* _Problem to work on_
In the listing below, find each line that holds the string "type" and copy it.

* _Data provided_
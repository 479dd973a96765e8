/** The findings that go with a change, or come by it. */
import Box from '@mui/material/Box';
import type { ReactElement } from 'react';
import type { Finding } from '../../../core/api.ts';
import { plainFields } from '../../../core/api.ts';
import { SeverityMark } from '../../controls/SeverityMark.tsx';
import { findingName } from './findingList.ts';

export interface FindingsMovedProps {
  readonly title: string;
  readonly findings: readonly Finding[];
  /** The finding whose remedy was tried: it is named so. */
  readonly itself?: Finding;
  /** Said where there are none. */
  readonly none: string;
}

export function FindingsMoved({ title, findings, itself, none }: FindingsMovedProps): ReactElement {
  if (findings.length === 0) return <Box sx={{ color: 'var(--soft)' }}>{none}</Box>;
  const own = itself === undefined ? null : findingName(itself);
  return (
    <Box>
      <Box component="span" sx={{ color: 'var(--soft)' }}>
        {title}:
      </Box>
      <Box component="ul" sx={{ m: 0, p: 0, listStyle: 'none' }}>
        {findings.map((finding) => (
          <Box
            component="li"
            key={`${findingName(finding)} ${finding.message}`}
            sx={{ display: 'flex', gap: '0.5rem', alignItems: 'baseline' }}
          >
            <SeverityMark severity={finding.severity} />
            <span>{findingName(finding) === own ? 'this finding' : plainFields(finding.message)}</span>
          </Box>
        ))}
      </Box>
    </Box>
  );
}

* _Reply to the exercise_
import type { ReactElement } from 'react';
import type { Finding } from '../../../core/api.ts';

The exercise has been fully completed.